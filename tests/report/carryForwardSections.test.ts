import { describe, expect, it } from "vitest";
import { carryForwardSections } from "../../lib/report/carryForwardSections";
import { describeValueChanges } from "../../lib/report/describeValueChanges";
import type { ReportRow, ReportSection } from "../../lib/report/reportModel";

// INVENTED report texts and values (synthetic; not patient data).
const s = (id: string, title: string, ...paragraphs: string[]): ReportSection => ({ id, title, paragraphs });
const freeze = <T>(x: T): T => JSON.parse(JSON.stringify(x), (_k, v) => (typeof v === "object" && v ? Object.freeze(v) : v));

const generatedBefore = freeze([
  s("results", "Results", "Peak VO2 1284 mL/min."),
  s("thresholds", "Thresholds", "VT1 at VO2 890 mL/min."),
  s("conclusion", "Conclusion", "Reduced capacity."),
  s("old-only", "Old section", "Generated only before."),
]);
const generatedAfter = freeze([
  s("results", "Results", "Peak VO2 1284 mL/min."),
  s("thresholds", "Thresholds", "VT1 at VO2 1100 mL/min."),
  s("conclusion", "Conclusion", "Reduced capacity; VT1 not low."),
]);

describe("carryForwardSections", () => {
  it("keeps the reviewer's edited sections with a re-check note and takes new generated text elsewhere", () => {
    const previous = freeze({
      reportId: 7,
      version: 2,
      status: "signed" as const,
      sections: [
        s("results", "Results", "Peak VO2 1284 mL/min."), // unchanged from generated
        s("thresholds", "Thresholds", "VT1  at VO2 890 mL/min.  "), // whitespace only: not an edit
        s("conclusion", "Conclusion", "My own conclusion: reduced capacity, VT1 890 mL/min."),
        s("old-only", "Old section", "My note in a section the new analysis no longer writes."),
      ],
    });
    const changes = ["VT1 (AT): 890 mL/min → 1100 mL/min"];
    const out = carryForwardSections({ previous, previousGenerated: generatedBefore, nextGenerated: generatedAfter, changes });
    expect(out.sections.map((x) => x.id)).toEqual(["results", "thresholds", "conclusion", "old-only"]);
    expect(out.sections[0]).toEqual(generatedAfter[0]);
    expect(out.sections[1]).toEqual(generatedAfter[1]); // not edited: the new numbers' text
    const conclusion = out.sections[2];
    expect(conclusion.paragraphs).toEqual(["My own conclusion: reduced capacity, VT1 890 mL/min."]);
    expect(conclusion.recheck).toMatchObject({
      fromVersion: 2,
      fromReportId: 7,
      // How the section's generated text changed comes first (the conclusion matters most), then the values.
      changes: [
        "Generated text no longer says: “Reduced capacity.”",
        "Generated text now says: “Reduced capacity; VT1 not low.”",
        ...changes,
      ],
      generated: ["Reduced capacity; VT1 not low."],
    });
    expect(conclusion.recheck!.reason).toMatch(/version 2 \(signed\).*numbers changed.*re-check/);
    expect(out.sections[3].recheck!.reason).toMatch(/no longer part of the generated report/);
    expect(out.carried).toEqual(["Conclusion", "Old section"]);
  });

  it("is never silent: a carried section has a note even when no displayed value changed", () => {
    const previous = { reportId: 3, version: 1, status: "draft" as const, sections: [s("conclusion", "Conclusion", "Edited.")] };
    // Same generated text before and after: only the settings changed.
    const out = carryForwardSections({
      previous,
      previousGenerated: generatedAfter,
      nextGenerated: generatedAfter,
      changes: [],
    });
    const c = out.sections.find((x) => x.id === "conclusion")!;
    expect(c.paragraphs).toEqual(["Edited."]);
    expect(c.recheck!.changes).toEqual([]);
    expect(c.recheck!.reason).toMatch(/no reported value changed/);
  });

  it("carries an unresolved note forward and merges its list of changes", () => {
    const previous = {
      reportId: 9,
      version: 3,
      status: "draft" as const,
      sections: [
        {
          ...s("conclusion", "Conclusion", "Reduced capacity."), // same as generated, but still not re-checked
          recheck: { fromVersion: 2, fromReportId: 7, reason: "x", changes: ["A: 1 → 2"], generated: [] },
        },
      ],
    };
    const out = carryForwardSections({
      previous,
      previousGenerated: generatedBefore,
      nextGenerated: generatedAfter,
      changes: ["B: 3 → 4"],
    });
    const c = out.sections.find((x) => x.id === "conclusion")!;
    expect(c.paragraphs).toEqual(["Reduced capacity."]);
    expect(c.recheck!.changes).toEqual([
      "Generated text no longer says: “Reduced capacity.”",
      "Generated text now says: “Reduced capacity; VT1 not low.”",
      "A: 1 → 2",
      "B: 3 → 4",
    ]);
    expect(c.recheck!.fromVersion).toBe(3);
  });
});

describe("describeValueChanges", () => {
  const row = (label: string, value: string, unit: string, pctPredicted?: string): ReportRow => ({
    label,
    value,
    unit,
    method: "m",
    sourceIds: [],
    ...(pctPredicted ? { pctPredicted } : {}),
  });
  it("lists displayed values that differ, rows that appear and rows that disappear", () => {
    const before = [
      row("VT1 (AT)", "890", "mL/min"),
      row("Peak VO2", "1284", "mL/min", "66"),
      row("Peak RER", "1.07", "1"),
      row("Gone", "5", "W"),
    ];
    const after = [
      row("VT1 (AT)", "1100", "mL/min"),
      row("Peak VO2", "1284", "mL/min", "66"),
      row("Peak RER", "1.07", "1"),
      row("New", "not determinable", "W"),
    ];
    expect(describeValueChanges(before, after)).toEqual([
      "VT1 (AT): 890 mL/min → 1100 mL/min",
      "New: newly reported, not determinable",
      "Gone: no longer reported (was 5 W)",
    ]);
  });
});

describe("describeValueChanges: the values read at a threshold", () => {
  it("names each displayed value at the threshold that changed, and predicted and LLN changes", () => {
    const at = (kg: string, pct: string, hr: string, w: string) => [
      { label: "VO2/kg", value: `${kg} mL/kg/min` },
      { label: "% of peak VO2", value: `${pct} % of peak VO2` },
      { label: "HR", value: `HR ${hr} bpm` },
      { label: "work rate", value: `${w} W` },
    ];
    const before: ReportRow[] = [
      { label: "VT1 (AT)", value: "628", unit: "mL/min", method: "m", sourceIds: [], atValues: at("9.7", "61", "120", "44") },
      { label: "Peak VO2", value: "1030", unit: "mL/min", predicted: "1500", lln: "1200", method: "m", sourceIds: [] },
    ];
    const after: ReportRow[] = [
      { label: "VT1 (AT)", value: "582", unit: "mL/min", method: "m", sourceIds: [], atValues: at("9.0", "56", "113", "44") },
      { label: "Peak VO2", value: "1030", unit: "mL/min", predicted: "1450", lln: "1200", method: "m", sourceIds: [] },
    ];
    expect(describeValueChanges(before, after)).toEqual([
      "VT1 (AT): 628 mL/min → 582 mL/min, 9.7 mL/kg/min → 9.0 mL/kg/min, 61 % of peak VO2 → 56 % of peak VO2, HR 120 bpm → HR 113 bpm",
      "Peak VO2: predicted 1500 mL/min → 1450 mL/min",
    ]);
  });
});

★ ★ ★

* **WORK REQUEST**
Report how many lines of the records above contain the word "note", giving only the number.

* **TASK OUTPUT**
4